Throughout the 18th century, the scientific theory that pushed against the use of wet nurses was finally heard by the wealthy families that used it. However, just as more wealthy mothers began breastfeeding their own infants, the wet nurse business shifted to low income families. The industrial revolution increased the laboring duties of mothers and left them little choice but to use the only alternate feeding practices for their young infants. Since the poorer families did not have high financial budgets for a safe wet nurse, infant mortality rates were heavily influenced by untrustworthy and underqualified wet nurses who often engaged in dangerous practices like using opiates to help infants sleep. The rise in unsafe practices stimulated more scientific theory to be published to raise awareness of the benefits of breastfeeding. The works of William Buchan, who wrote Domestic Medicine and others spread a distrust in wet nurses and helped shift the practice away from mothers of all socioeconomic statuses by the end of the 18th century.

In line with the rise of the germ theory of disease, the development of a hygienic feeding bottle also played a significant role in the decline of wet nurses. The bottle offered another widespread alternative that was deemed safe and easy to use. Before the 19th century feeding bottles of all kinds had been used to feed animal milk or bread soaked in water to infants. However, these feeding vessels were often hard to clean and the build-up of germs led to high rates of infant morbidity and mortality. During the mid-19th century, the modern feeding bottle started to evolve.
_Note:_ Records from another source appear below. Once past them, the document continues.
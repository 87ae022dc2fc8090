import type { ConstantNode, FunctionNode, MathNode, OperatorNode, SymbolNode } from 'mathjs';
import { nearest } from '../base/nearest.ts';
import { dimensionless, type UnitScale, unitScale } from './Dimension.ts';
import type { Arithmetic, Expression, ExpressionFault, FunctionName } from './Expression.ts';
import { functionNames } from './Expression.ts';
import { parse } from './mathLibrary.ts';
import { isQuantityName, quantities } from './quantities.ts';
import type { Comparison } from './RuleDeck.ts';

/** Bounds of one expression: an honest rule is far below each. */
export const expressionBounds = { characters: 400, nodes: 64, depth: 16 } as const;

const arithmetic: ReadonlySet<string> = new Set(['+', '-', '*', '/', '^']);
const comparisons: ReadonlySet<string> = new Set(['<=', '>=', '<', '>']);

/** Letters, figures, operators and brackets; no quotes, indices, semicolons, colons, hashes or braces. */
const foreignCharacter = /[^A-Za-z0-9_ .,()+\-*/^<>=%]/u;

/**
 * The gate: reads an expression and lets through only what {@link Expression} can hold.
 *
 * The library only parses; its own functions, its units and its scope are never evaluated.
 * @param text one expression; white space of any kind separates
 * @returns the closed tree, or every fault found
 */
export function parseExpression(text: string): Expression | readonly ExpressionFault[] {
  // One character for one, so that offsets stay true. A line break would begin a second statement.
  const line = text.replace(/\s/gu, ' ').replace(/[µμ]/gu, 'u');
  if (line.length > expressionBounds.characters) return [tooLarge(`${line.length} characters`)];
  if (line.trim() === '') return [fault('expression-empty', 0, 'an expression', 'nothing', 'write it')];
  const foreign = foreignCharacter.exec(line);
  if (foreign !== null) {
    return [
      notAllowed(foreign.index, JSON.stringify(String.fromCodePoint(text.codePointAt(foreign.index)!))),
    ];
  }
  let root: MathNode;
  try {
    root = parse(line);
  } catch (error) {
    const at = (error as { char?: number }).char ?? 1;
    const message = error instanceof Error ? error.message : String(error);
    return [fault('expression-syntax', at - 1, 'an expression', message, 'mend the expression')];
  }
  return new Gate(line).admit(root);
}

function fault(
  code: string,
  offset: number,
  expected: string,
  received: string,
  fix: string,
): ExpressionFault {
  return { code, offset: Math.max(0, offset), expected, received, fix };
}

function notAllowed(offset: number, received: string): ExpressionFault {
  const expected = `numbers with units, quantities, + - * / ^ <= >= < > and or not, ${functionNames.join(' ')}`;
  return fault('expression-not-allowed', offset, expected, received, 'write the rule with these alone');
}

function tooLarge(received: string): ExpressionFault {
  const { characters, nodes, depth } = expressionBounds;
  const expected = `at most ${characters} characters, ${nodes} terms, ${depth} levels`;
  return fault('expression-too-large', 0, expected, received, 'split it into several rules');
}

/** One walk over one parsed expression: it gathers faults and counts nodes as it goes. */
class Gate {
  readonly #text: string;
  readonly #faults: ExpressionFault[] = [];
  #nodes = 0;
  #overgrown = false;

  constructor(text: string) {
    this.#text = text;
  }

  admit(root: MathNode): Expression | readonly ExpressionFault[] {
    const expression = this.#walk(root, 1);
    if (this.#overgrown) return [tooLarge('more terms or levels')];
    return expression !== null && this.#faults.length === 0 ? expression : this.#faults;
  }

  #walk(node: MathNode, depth: number): Expression | null {
    this.#nodes++;
    if (this.#nodes > expressionBounds.nodes || depth > expressionBounds.depth) {
      this.#overgrown = true;
      return null;
    }
    switch (node.type) {
      // Brackets cost a level: they nest as the rest does.
      case 'ParenthesisNode':
        return this.#walk((node as MathNode & { content: MathNode }).content, depth + 1);
      case 'ConstantNode':
        return this.#constant(node as ConstantNode, null);
      case 'SymbolNode':
        return this.#symbol((node as SymbolNode).name);
      case 'FunctionNode':
        return this.#call(node as FunctionNode, depth);
      case 'OperatorNode':
        return this.#operator(node as OperatorNode, depth);
      default:
        return this.#refuse(inWords.get(node.type) ?? node.type, '');
    }
  }

  /** A number, with the unit written behind it folded in decimally: `20 mV` is 20e-3 to the last bit. */
  #constant(node: ConstantNode, scale: UnitScale | null): Expression | null {
    const value: unknown = node.value;
    if (typeof value !== 'number') return this.#refuse(String(value), String(value));
    const scaled = scale === null ? value : Number(`${value}e${scale.decade}`);
    const folded = Number.isNaN(scaled) && scale !== null ? value * 10 ** scale.decade : scaled;
    if (!Number.isFinite(folded)) return this.#refuse('a number that is not finite', '');
    return { kind: 'number', value: folded, dimension: scale?.dimension ?? dimensionless };
  }

  #symbol(name: string): Expression | null {
    if (isQuantityName(name)) return { kind: 'quantity', name };
    const scale = unitScale(name);
    if (scale !== null)
      return { kind: 'number', value: Number(`1e${scale.decade}`), dimension: scale.dimension };
    const near = nearest(name, Object.keys(quantities));
    const fix = near === null ? 'rules/rule-deck.xsd lists the quantities' : `did you mean ${near}?`;
    this.#faults.push(
      fault('unknown-quantity', this.#offsetOf(name), 'a quantity of the design or a unit', name, fix),
    );
    return null;
  }

  #call(node: FunctionNode, depth: number): Expression | null {
    const callee: MathNode = node.fn as unknown as MathNode;
    const name = callee.type === 'SymbolNode' ? (callee as SymbolNode).name : null;
    if (name === null || !isFunctionName(name)) return this.#refuse(`a call of ${node.fn}`, name ?? '');
    const wanted = name === 'min' || name === 'max' ? 'two or more' : 'one';
    const fits = wanted === 'one' ? node.args.length === 1 : node.args.length >= 2;
    if (!fits) {
      const received = `${name} with ${node.args.length}`;
      this.#faults.push(
        fault('expression-arguments', this.#offsetOf(name), `${wanted} arguments`, received, 'mend the call'),
      );
      return null;
    }
    const of = node.args.map((argument) => this.#walk(argument, depth + 1));
    return of.every((argument) => argument !== null) ? { kind: 'call', name, of } : null;
  }

  #operator(node: OperatorNode, depth: number): Expression | null {
    const [first, second] = node.args as MathNode[];
    if (first === undefined) return this.#refuse(String(node.op), String(node.op));
    if (node.args.length === 1) return this.#prefix(node, first, depth);
    if (second === undefined) return this.#refuse(String(node.op), String(node.op));
    if (node.op === '*' && first.type === 'ConstantNode' && second.type === 'SymbolNode') {
      const scale = unitScale((second as SymbolNode).name);
      if (scale !== null) return this.#constant(first as ConstantNode, scale);
    }
    const shape = shapeOf(String(node.op));
    if (shape === null) return this.#refuse(String(node.op), String(node.op));
    const left = this.#walk(first, depth + 1);
    const right = this.#walk(second, depth + 1);
    return left === null || right === null ? null : ({ ...shape, left, right } as Expression);
  }

  #prefix(node: OperatorNode, operand: MathNode, depth: number): Expression | null {
    const name = String(node.fn);
    if (name !== 'unaryMinus' && name !== 'unaryPlus' && name !== 'not') {
      return this.#refuse(String(node.op), String(node.op));
    }
    const of = this.#walk(operand, depth + 1);
    if (of === null || name === 'unaryPlus') return of;
    return { kind: name === 'not' ? 'not' : 'negation', of };
  }

  #refuse(received: string, token: string): null {
    const offset = this.#offsetOf(token);
    const remedy = remedies.get(received);
    if (remedy === undefined) this.#faults.push(notAllowed(offset, received));
    else this.#faults.push(fault('expression-not-allowed', offset, '<= >= < or >', received, remedy));
    return null;
  }

  /** Parsed nodes carry no positions; the first place where the token stands is the best there is. */
  #offsetOf(token: string): number {
    if (!/^\w+$/.test(token)) return Math.max(0, this.#text.indexOf(token));
    return Math.max(0, this.#text.search(new RegExp(`\\b${token}\\b`)));
  }
}

/** What the library parses and the gate does not let through, as a person would call it. */
const inWords: ReadonlyMap<string, string> = new Map([
  ['AccessorNode', 'access to a property'],
  ['AssignmentNode', 'an assignment'],
  ['FunctionAssignmentNode', 'the definition of a function'],
  ['RelationalNode', 'a chain of comparisons'],
]);

const neverEqual = 'computed figures are never exactly equal: write <= or >=';
const remedies: ReadonlyMap<string, string> = new Map([
  ['==', neverEqual],
  ['!=', neverEqual],
  ['a chain of comparisons', 'compare once; a condition may join two comparisons with and'],
]);

function isFunctionName(name: string): name is FunctionName {
  return (functionNames as readonly string[]).includes(name);
}

type Shape =
  | { readonly kind: 'arithmetic'; readonly operator: Arithmetic }
  | { readonly kind: 'comparison'; readonly operator: Comparison }
  | { readonly kind: 'logic'; readonly operator: 'and' | 'or' };

function shapeOf(operator: string): Shape | null {
  if (arithmetic.has(operator)) return { kind: 'arithmetic', operator: operator as Arithmetic };
  if (comparisons.has(operator)) return { kind: 'comparison', operator: operator as Comparison };
  if (operator === 'and' || operator === 'or') return { kind: 'logic', operator };
  return null;
}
In 1896, a refined open-ended bottle was developed in England and was very popular. Leather and rubber teats added to the bottle created the modern feeding bottle similar to the ones we see today. This invention led to a scientific focus on the nutrition benefits from non-human milk that could be easily put in the bottles instead of breast milk. This shift to artificial feeding provided a gateway to infant formula as a medicalized, marketable, and modern alternative to breast milk.